| What you need to do |
Each record should be retyped word for word.
Segment Start: Provided records
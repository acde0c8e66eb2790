"""The textbook cascade of n identical single-pole stages ("ideal" figures).

Notes
-----
For n identical stages of gain ``g = G**(1/n)``:

* each stage is a single-pole low-pass with corner ``f_s = GBW / noise_gain``
  (noise gain ``g`` for a non-inverting stage, ``1 + g`` for an inverting one);
* n such poles in cascade fall to -3 dB at ``f_s * sqrt(2**(1/n) - 1)``, because
  ``|1 / (1 + j f/f_s)|**(2n) = 1/2`` gives ``(f/f_s)**2 = 2**(1/n) - 1`` [1]_;
* by the same argument n identical first-order high-pass sections with corner ``f_l``
  reach -3 dB at ``f_l / sqrt(2**(1/n) - 1)``, so each stage's low corner must sit at
  ``f_low * sqrt(2**(1/n) - 1)`` for the cascade to reach ``f_low``;
* for the non-inverting case the cascade bandwidth ``GBW G**(-1/n) sqrt(2**(1/n) - 1)`` is
  largest near ``n = 2 ln G`` (for large n, ``sqrt(2**(1/n)-1) ~ sqrt(ln2 / n)`` and
  ``d/dn [-(ln G)/n - (ln n)/2] = 0`` gives ``n = 2 ln G``).

References
----------
.. [1] Common practice: the bandwidth-shrinkage factor of cascaded identical
       first-order stages, found in analog-design handbooks.
"""

from __future__ import annotations

import math
from dataclasses import dataclass

from service.engine.model.circuit import INVERTING

MAX_STAGES = 12


def shrinkage(n: int | float) -> float:
    """``sqrt(2**(1/n) - 1)``: cascade -3 dB bandwidth over one stage's (single poles)."""
    return math.sqrt(2.0 ** (1.0 / n) - 1.0)


def noise_gain(stage_gain: float, topology: str) -> float:
    """Noise gain ``1/beta`` of one stage: ``g`` (non-inverting) or ``1 + g`` (inverting)."""
    return stage_gain + 1.0 if topology == INVERTING else stage_gain


@dataclass(frozen=True)
class IdealCascade:
    stage_count: int
    stage_gain: float
    stage_f_high_hz: float
    stage_f_low_hz: float
    f_high_hz: float
    f_low_hz: float
    bandwidth_hz: float
    single_stage_f_high_hz: float
    bandwidth_fraction: float

    def to_dict(self) -> dict:
        return {
            "stage_gain": self.stage_gain,
            "stage_f_high_hz": self.stage_f_high_hz,
            "stage_f_low_hz": self.stage_f_low_hz,
            "f_high_hz": self.f_high_hz,
            "f_low_hz": self.f_low_hz,
            "bandwidth_hz": self.bandwidth_hz,
            "single_stage_f_high_hz": self.single_stage_f_high_hz,
            "bandwidth_fraction": self.bandwidth_fraction,
        }


def ideal_cascade(gain: float, f_low_hz: float, gbw_hz: float, n: int,
                  topology: str) -> IdealCascade:
    """Ideal figures of ``n`` identical stages sharing ``gain`` (see module Notes)."""
    g = gain ** (1.0 / n)
    k = shrinkage(n)
    stage_f_high = gbw_hz / noise_gain(g, topology)
    f_high = stage_f_high * k
    stage_f_low = f_low_hz * k
    single = gbw_hz / noise_gain(gain, topology)
    # No band at all when the stage's low corner reaches its high corner: no fraction.
    stage_band = stage_f_high - stage_f_low
    fraction = (f_high - f_low_hz) / stage_band if stage_band > 0 else math.nan
    return IdealCascade(
        stage_count=n,
        stage_gain=g,
        stage_f_high_hz=stage_f_high,
        stage_f_low_hz=stage_f_low,
        f_high_hz=f_high,
        f_low_hz=f_low_hz,
        bandwidth_hz=f_high - f_low_hz,
        single_stage_f_high_hz=single,
        bandwidth_fraction=fraction,
    )


def optimal_stage_count(gain: float, topology: str) -> float:
    """The real n that maximises the ideal cascade bandwidth (golden-section on [1, 60])."""

    def bw(n: float) -> float:
        return shrinkage(n) / noise_gain(gain ** (1.0 / n), topology)

    lo, hi = 1.0, 60.0
    phi = (math.sqrt(5.0) - 1.0) / 2.0
    a, b = hi - phi * (hi - lo), lo + phi * (hi - lo)
    for _ in range(100):
        if bw(a) > bw(b):
            hi, b = b, a
            a = hi - phi * (hi - lo)
        else:
            lo, a = a, b
            b = lo + phi * (hi - lo)
    return 0.5 * (lo + hi)


def required_gbw_hz(gain: float, f_high_hz: float, topology: str,
                    max_stages: int = MAX_STAGES) -> tuple[float, int]:
    """Least op-amp GBW (Hz) that reaches ``f_high_hz`` ideally, and the n that needs it."""
    best = min(
        (f_high_hz * noise_gain(gain ** (1.0 / n), topology) / shrinkage(n), n)
        for n in range(1, max_stages + 1)
    )
    return best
Segment End: Provided records
| Response box |
repository acde0c8e66eb2790
"""The textbook cascade of n identical single-pole stages ("ideal" figures).

Notes
-----
For n identical stages of gain ``g = G**(1/n)``:

* each stage is a single-pole low-pass with corner ``f_s = GBW / noise_gain``
  (noise gain ``g`` for a non-inverting stage, ``1 + g`` for an inverting one);
* n such poles in cascade fall to -3 dB at ``f_s * sqrt(2**(1/n) - 1)``, because
  ``|1 / (1 + j f/f_s)|**(2n) = 1/2`` gives ``(f/f_s)**2 = 2**(1/n) - 1`` [1]_;
* by the same argument n identical first-order high-pass sections with corner ``f_l``
  reach -3 dB at ``f_l / sqrt(2**(1/n) - 1)``, so each stage's low corner must sit at
  ``f_low * sqrt(2**(1/n) - 1)`` for the cascade to reach ``f_low``;
* for the non-inverting case the cascade bandwidth ``GBW G**(-1/n) sqrt(2**(1/n) - 1)`` is
  largest near ``n = 2 ln G`` (for large n, ``sqrt(2**(1/n)-1) ~ sqrt(ln2 / n)`` and
  ``d/dn [-(ln G)/n - (ln n)/2] = 0`` gives ``n = 2 ln G``).

References
----------
.. [1] Common practice: the bandwidth-shrinkage factor of cascaded identical
       first-order stages, found in analog-design handbooks.
"""

from __future__ import annotations

import math
from dataclasses import dataclass

from service.engine.model.circuit import INVERTING

MAX_STAGES = 12


def shrinkage(n: int | float) -> float:
    """``sqrt(2**(1/n) - 1)``: cascade -3 dB bandwidth over one stage's (single poles)."""
    return math.sqrt(2.0 ** (1.0 / n) - 1.0)


def noise_gain(stage_gain: float, topology: str) -> float:
    """Noise gain ``1/beta`` of one stage: ``g`` (non-inverting) or ``1 + g`` (inverting)."""
    return stage_gain + 1.0 if topology == INVERTING else stage_gain


@dataclass(frozen=True)
class IdealCascade:
    stage_count: int
    stage_gain: float
    stage_f_high_hz: float
    stage_f_low_hz: float
    f_high_hz: float
    f_low_hz: float
    bandwidth_hz: float
    single_stage_f_high_hz: float
    bandwidth_fraction: float

    def to_dict(self) -> dict:
        return {
            "stage_gain": self.stage_gain,
            "stage_f_high_hz": self.stage_f_high_hz,
            "stage_f_low_hz": self.stage_f_low_hz,
            "f_high_hz": self.f_high_hz,
            "f_low_hz": self.f_low_hz,
            "bandwidth_hz": self.bandwidth_hz,
            "single_stage_f_high_hz": self.single_stage_f_high_hz,
            "bandwidth_fraction": self.bandwidth_fraction,
        }


def ideal_cascade(gain: float, f_low_hz: float, gbw_hz: float, n: int,
                  topology: str) -> IdealCascade:
    """Ideal figures of ``n`` identical stages sharing ``gain`` (see module Notes)."""
    g = gain ** (1.0 / n)
    k = shrinkage(n)
    stage_f_high = gbw_hz / noise_gain(g, topology)
    f_high = stage_f_high * k
    stage_f_low = f_low_hz * k
    single = gbw_hz / noise_gain(gain, topology)
    # No band at all when the stage's low corner reaches its high corner: no fraction.
    stage_band = stage_f_high - stage_f_low
    fraction = (f_high - f_low_hz) / stage_band if stage_band > 0 else math.nan
    return IdealCascade(
        stage_count=n,
        stage_gain=g,
        stage_f_high_hz=stage_f_high,
        stage_f_low_hz=stage_f_low,
        f_high_hz=f_high,
        f_low_hz=f_low_hz,
        bandwidth_hz=f_high - f_low_hz,
        single_stage_f_high_hz=single,
        bandwidth_fraction=fraction,
    )


def optimal_stage_count(gain: float, topology: str) -> float:
    """The real n that maximises the ideal cascade bandwidth (golden-section on [1, 60])."""

    def bw(n: float) -> float:
        return shrinkage(n) / noise_gain(gain ** (1.0 / n), topology)

    lo, hi = 1.0, 60.0
    phi = (math.sqrt(5.0) - 1.0) / 2.0
    a, b = hi - phi * (hi - lo), lo + phi * (hi - lo)
    for _ in range(100):
        if bw(a) > bw(b):
            hi, b = b, a
            a = hi - phi * (hi - lo)
        else:
            lo, a = a, b
            b = lo + phi * (hi - lo)
    return 0.5 * (lo + hi)


def required_gbw_hz(gain: float, f_high_hz: float, topology: str,
                    max_stages: int = MAX_STAGES) -> tuple[float, int]:
    """Least op-amp GBW (Hz) that reaches ``f_high_hz`` ideally, and the n that needs it."""
    best = min(
        (f_high_hz * noise_gain(gain ** (1.0 / n), topology) / shrinkage(n), n)
        for n in range(1, max_stages + 1)
    )
    return best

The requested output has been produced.